Stored data entries
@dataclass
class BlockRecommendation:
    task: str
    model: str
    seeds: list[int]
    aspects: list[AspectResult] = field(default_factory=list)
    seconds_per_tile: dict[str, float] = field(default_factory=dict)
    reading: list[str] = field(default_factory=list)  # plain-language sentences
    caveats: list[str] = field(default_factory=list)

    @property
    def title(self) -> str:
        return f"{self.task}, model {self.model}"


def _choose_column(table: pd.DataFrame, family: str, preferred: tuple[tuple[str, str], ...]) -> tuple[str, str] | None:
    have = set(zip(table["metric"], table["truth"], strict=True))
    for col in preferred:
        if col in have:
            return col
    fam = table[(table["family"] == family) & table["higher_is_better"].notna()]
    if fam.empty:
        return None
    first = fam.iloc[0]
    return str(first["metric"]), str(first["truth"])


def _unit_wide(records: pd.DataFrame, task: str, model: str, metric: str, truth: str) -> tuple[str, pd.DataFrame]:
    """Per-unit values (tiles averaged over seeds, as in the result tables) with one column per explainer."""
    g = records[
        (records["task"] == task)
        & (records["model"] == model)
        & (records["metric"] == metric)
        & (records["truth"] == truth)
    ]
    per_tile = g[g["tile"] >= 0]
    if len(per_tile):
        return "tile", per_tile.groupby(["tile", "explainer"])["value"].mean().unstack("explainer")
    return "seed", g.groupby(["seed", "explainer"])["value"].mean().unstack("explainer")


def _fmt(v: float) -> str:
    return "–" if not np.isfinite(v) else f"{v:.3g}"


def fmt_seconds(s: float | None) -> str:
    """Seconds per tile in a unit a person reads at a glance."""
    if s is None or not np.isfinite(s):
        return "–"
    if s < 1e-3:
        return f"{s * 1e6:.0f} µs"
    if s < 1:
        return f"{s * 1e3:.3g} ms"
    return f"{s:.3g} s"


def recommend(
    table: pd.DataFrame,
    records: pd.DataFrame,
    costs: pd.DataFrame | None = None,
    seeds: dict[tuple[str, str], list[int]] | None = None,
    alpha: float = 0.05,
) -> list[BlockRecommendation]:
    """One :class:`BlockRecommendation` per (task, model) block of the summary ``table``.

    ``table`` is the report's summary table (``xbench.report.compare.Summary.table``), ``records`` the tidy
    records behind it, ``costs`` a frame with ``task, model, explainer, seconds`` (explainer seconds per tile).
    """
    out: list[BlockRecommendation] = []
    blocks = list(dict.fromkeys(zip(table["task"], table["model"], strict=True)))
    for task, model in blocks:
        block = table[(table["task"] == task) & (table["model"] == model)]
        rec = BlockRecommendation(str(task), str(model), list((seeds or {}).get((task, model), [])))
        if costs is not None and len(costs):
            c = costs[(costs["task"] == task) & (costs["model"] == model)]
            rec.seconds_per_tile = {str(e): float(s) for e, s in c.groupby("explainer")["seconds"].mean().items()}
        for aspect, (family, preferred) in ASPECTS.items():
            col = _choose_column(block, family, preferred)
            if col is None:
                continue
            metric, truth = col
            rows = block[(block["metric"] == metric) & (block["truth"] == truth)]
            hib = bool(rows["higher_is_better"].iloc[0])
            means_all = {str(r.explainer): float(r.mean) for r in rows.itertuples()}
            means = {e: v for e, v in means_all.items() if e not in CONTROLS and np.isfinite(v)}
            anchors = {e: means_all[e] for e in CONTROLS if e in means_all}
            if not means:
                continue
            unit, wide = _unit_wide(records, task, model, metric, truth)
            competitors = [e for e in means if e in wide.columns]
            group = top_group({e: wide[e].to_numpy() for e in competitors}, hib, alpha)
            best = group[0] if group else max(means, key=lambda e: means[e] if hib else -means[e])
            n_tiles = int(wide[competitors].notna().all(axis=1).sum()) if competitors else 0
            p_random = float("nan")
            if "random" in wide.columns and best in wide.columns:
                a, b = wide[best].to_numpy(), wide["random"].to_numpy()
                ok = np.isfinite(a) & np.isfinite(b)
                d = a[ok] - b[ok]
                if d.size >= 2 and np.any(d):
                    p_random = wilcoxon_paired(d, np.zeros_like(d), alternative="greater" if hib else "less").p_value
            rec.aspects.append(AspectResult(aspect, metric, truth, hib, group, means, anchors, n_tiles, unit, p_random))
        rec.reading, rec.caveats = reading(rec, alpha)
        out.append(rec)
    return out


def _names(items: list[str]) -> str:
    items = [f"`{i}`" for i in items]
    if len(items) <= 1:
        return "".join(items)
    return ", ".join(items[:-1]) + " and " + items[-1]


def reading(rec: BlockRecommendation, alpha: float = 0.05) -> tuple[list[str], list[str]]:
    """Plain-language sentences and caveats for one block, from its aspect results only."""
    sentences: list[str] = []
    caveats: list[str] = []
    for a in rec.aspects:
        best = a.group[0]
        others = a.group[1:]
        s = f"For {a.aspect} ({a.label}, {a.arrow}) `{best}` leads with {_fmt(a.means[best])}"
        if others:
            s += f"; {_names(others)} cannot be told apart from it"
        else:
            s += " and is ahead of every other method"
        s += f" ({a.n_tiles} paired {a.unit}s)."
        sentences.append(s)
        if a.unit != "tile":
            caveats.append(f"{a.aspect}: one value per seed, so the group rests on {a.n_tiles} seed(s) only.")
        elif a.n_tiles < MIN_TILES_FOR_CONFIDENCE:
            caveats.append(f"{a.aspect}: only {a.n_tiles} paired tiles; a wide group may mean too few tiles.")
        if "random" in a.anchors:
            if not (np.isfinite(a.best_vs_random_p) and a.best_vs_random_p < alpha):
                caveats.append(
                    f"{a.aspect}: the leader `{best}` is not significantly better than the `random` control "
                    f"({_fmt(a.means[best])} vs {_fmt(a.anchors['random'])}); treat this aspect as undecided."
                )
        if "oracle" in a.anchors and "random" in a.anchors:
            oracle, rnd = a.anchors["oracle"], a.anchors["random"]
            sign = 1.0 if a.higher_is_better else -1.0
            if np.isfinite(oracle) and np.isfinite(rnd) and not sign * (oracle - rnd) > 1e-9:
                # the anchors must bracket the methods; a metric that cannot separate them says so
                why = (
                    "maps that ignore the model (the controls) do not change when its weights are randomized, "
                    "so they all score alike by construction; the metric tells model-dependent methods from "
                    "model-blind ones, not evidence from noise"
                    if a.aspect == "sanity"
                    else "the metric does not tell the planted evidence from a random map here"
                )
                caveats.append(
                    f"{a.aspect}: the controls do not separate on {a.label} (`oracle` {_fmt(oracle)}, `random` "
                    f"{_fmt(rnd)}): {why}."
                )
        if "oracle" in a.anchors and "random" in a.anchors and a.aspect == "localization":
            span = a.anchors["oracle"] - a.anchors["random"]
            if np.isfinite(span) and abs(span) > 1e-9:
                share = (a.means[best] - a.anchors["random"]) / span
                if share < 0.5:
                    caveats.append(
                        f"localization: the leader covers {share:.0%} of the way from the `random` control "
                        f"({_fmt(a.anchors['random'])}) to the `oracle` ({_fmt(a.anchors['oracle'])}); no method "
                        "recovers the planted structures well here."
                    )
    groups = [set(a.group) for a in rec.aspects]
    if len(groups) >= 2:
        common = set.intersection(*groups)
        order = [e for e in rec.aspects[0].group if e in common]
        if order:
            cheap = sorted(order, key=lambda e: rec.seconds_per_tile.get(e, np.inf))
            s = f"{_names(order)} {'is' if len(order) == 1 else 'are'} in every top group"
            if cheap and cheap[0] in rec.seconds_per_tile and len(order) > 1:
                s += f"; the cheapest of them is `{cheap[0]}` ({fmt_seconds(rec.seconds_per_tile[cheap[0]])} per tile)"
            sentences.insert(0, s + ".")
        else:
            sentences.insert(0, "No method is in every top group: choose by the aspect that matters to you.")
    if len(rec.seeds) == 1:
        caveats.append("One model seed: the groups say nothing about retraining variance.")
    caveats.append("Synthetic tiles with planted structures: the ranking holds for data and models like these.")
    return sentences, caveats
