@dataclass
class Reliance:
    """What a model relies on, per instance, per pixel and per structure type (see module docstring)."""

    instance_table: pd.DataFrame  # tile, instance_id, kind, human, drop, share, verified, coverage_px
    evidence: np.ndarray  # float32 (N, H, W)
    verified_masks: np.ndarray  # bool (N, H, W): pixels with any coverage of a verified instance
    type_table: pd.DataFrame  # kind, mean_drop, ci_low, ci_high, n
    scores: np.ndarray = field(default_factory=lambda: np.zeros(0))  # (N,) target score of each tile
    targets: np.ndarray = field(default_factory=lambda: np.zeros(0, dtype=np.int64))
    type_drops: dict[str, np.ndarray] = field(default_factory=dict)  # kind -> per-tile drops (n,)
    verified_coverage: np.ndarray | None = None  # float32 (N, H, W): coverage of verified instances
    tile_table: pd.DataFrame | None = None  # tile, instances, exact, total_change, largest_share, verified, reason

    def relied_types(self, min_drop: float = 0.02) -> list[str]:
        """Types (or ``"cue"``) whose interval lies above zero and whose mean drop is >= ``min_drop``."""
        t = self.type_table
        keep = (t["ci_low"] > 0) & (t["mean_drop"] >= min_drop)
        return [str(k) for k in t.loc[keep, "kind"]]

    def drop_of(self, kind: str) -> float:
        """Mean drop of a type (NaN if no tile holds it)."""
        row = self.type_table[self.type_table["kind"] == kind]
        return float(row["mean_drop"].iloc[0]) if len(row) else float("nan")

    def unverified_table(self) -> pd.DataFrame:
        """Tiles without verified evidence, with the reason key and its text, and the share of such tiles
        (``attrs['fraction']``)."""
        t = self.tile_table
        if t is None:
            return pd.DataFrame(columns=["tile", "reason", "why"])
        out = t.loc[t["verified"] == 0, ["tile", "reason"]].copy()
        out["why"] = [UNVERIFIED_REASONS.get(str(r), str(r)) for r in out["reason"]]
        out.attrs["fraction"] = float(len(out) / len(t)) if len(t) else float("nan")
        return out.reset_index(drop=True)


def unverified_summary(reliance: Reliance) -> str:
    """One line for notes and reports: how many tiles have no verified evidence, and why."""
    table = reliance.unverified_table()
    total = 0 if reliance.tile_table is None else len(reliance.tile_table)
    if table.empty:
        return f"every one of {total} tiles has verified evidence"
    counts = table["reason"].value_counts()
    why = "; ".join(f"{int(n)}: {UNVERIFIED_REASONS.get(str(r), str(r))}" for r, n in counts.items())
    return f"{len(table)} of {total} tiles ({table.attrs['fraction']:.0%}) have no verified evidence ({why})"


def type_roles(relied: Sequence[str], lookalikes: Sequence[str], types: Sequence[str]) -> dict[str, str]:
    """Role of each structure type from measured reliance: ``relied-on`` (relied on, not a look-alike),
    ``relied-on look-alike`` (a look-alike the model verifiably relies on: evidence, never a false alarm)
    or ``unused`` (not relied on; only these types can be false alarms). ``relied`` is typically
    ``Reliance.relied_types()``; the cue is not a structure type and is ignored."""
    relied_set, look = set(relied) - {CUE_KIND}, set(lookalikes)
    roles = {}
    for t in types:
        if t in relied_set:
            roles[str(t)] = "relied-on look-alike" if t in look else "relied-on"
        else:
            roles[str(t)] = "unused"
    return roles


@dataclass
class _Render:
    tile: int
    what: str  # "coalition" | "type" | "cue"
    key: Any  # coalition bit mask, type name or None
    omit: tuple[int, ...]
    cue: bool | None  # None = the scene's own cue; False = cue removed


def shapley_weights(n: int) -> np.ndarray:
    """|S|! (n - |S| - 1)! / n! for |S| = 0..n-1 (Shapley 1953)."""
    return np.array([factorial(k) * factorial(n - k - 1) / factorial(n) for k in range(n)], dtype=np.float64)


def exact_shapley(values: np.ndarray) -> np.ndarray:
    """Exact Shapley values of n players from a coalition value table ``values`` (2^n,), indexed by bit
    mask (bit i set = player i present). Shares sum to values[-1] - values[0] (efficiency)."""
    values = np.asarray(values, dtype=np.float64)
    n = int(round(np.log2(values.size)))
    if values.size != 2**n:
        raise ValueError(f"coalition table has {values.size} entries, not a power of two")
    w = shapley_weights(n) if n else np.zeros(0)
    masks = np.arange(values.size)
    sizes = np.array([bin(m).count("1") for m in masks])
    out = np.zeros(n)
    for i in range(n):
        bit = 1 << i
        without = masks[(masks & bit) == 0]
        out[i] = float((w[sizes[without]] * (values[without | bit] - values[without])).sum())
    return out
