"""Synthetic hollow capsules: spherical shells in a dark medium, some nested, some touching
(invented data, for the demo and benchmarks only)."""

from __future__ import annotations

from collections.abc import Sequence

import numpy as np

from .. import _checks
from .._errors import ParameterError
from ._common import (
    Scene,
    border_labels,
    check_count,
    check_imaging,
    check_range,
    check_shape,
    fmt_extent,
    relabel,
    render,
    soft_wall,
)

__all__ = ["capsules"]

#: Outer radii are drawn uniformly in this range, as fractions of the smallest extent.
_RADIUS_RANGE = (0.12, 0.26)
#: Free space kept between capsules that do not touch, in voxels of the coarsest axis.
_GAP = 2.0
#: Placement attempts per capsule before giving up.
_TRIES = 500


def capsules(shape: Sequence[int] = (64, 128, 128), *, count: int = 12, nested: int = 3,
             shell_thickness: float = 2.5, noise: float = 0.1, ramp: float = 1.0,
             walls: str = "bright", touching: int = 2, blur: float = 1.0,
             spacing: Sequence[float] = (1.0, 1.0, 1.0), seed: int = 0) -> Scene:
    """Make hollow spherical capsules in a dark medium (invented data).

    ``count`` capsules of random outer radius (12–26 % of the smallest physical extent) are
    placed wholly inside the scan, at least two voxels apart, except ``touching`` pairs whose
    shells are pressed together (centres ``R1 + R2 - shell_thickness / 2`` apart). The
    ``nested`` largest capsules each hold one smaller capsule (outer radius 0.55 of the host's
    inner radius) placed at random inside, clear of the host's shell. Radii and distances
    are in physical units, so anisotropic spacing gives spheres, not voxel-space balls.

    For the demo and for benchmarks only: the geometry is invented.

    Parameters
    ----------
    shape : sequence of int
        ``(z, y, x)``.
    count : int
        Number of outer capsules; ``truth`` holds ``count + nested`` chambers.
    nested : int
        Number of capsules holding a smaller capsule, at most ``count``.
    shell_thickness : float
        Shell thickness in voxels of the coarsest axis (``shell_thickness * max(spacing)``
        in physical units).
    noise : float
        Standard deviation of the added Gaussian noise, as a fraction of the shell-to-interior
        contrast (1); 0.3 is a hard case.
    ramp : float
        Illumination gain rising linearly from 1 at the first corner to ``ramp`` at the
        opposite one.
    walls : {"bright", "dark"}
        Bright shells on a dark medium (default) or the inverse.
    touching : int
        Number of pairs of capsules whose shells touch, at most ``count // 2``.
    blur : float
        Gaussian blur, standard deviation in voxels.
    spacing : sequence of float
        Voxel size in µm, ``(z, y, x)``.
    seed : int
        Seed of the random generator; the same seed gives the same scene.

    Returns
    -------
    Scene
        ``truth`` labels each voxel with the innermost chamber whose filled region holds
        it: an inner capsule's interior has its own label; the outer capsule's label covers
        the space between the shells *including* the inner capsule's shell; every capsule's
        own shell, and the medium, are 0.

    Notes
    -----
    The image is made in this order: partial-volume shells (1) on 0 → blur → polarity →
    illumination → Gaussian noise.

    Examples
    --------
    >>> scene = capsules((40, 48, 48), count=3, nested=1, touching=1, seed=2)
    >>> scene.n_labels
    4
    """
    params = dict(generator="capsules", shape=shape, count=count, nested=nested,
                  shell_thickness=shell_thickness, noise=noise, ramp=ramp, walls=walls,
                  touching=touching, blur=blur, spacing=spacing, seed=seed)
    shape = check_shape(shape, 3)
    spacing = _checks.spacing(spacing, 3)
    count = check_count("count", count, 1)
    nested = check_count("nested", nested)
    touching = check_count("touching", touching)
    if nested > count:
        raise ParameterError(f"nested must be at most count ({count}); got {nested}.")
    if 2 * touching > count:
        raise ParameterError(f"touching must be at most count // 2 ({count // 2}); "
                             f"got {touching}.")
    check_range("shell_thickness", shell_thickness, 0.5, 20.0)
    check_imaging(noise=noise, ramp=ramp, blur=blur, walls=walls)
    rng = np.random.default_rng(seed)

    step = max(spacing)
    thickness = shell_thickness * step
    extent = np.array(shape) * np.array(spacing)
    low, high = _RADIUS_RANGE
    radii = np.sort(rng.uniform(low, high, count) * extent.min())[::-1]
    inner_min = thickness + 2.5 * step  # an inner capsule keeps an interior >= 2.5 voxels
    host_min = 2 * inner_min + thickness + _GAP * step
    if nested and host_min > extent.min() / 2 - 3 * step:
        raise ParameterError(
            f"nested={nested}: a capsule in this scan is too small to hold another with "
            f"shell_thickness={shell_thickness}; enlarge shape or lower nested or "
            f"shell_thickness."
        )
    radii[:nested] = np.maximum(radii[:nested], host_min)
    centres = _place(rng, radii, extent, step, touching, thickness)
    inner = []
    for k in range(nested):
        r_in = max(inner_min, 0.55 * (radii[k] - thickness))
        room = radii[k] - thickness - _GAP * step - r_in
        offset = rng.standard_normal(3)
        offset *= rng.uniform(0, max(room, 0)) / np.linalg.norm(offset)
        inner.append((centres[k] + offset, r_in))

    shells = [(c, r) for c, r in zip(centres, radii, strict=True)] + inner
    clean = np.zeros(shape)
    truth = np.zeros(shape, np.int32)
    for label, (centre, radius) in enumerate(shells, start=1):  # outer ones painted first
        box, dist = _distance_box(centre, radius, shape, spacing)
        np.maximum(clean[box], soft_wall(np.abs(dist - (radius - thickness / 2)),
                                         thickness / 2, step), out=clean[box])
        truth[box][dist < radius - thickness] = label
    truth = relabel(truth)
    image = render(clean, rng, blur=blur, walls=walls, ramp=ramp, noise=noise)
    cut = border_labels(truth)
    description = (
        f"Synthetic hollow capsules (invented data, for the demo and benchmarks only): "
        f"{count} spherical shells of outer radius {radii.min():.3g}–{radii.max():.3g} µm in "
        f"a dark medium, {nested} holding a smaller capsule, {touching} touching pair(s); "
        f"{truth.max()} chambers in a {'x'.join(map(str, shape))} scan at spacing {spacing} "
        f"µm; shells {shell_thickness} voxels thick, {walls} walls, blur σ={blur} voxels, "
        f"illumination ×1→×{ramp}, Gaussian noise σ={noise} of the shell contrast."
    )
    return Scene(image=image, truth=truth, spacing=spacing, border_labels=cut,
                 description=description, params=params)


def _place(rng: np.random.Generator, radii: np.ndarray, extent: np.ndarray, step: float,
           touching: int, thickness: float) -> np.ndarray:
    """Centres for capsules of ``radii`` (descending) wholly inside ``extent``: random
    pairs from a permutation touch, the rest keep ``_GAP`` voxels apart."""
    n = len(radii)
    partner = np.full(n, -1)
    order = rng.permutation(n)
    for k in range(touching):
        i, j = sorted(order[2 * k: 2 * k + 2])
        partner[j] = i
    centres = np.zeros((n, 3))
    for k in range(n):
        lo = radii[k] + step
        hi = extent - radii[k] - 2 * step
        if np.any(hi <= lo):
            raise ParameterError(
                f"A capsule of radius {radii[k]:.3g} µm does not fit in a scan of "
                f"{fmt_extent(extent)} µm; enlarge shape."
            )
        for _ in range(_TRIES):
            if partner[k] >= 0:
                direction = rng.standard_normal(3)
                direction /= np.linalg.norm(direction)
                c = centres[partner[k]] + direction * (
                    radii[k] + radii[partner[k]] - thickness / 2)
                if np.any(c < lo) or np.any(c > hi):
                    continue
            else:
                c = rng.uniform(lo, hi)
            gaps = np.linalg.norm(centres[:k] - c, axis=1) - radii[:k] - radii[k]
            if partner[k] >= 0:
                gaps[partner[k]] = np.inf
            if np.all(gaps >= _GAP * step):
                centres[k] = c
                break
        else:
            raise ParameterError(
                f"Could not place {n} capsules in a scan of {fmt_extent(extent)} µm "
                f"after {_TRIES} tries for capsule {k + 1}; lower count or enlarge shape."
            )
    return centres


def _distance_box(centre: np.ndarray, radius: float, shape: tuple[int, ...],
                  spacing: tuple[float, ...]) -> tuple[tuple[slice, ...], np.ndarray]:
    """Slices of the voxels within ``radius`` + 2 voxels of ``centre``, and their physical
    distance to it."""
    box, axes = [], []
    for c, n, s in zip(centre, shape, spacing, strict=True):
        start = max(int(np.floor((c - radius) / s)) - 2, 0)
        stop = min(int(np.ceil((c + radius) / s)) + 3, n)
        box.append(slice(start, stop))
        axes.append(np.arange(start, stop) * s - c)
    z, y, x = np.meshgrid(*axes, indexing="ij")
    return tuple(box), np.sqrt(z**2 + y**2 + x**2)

YOUR OBJECTIVE
Find every line above where the word "linalg" occurs, and copy that line.

RESPONSE BELOW
        offset *= rng.uniform(0, max(room, 0)) / np.linalg.norm(offset)
                direction /= np.linalg.norm(direction)
            gaps = np.linalg.norm(centres[:k] - c, axis=1) - radii[:k] - radii[k]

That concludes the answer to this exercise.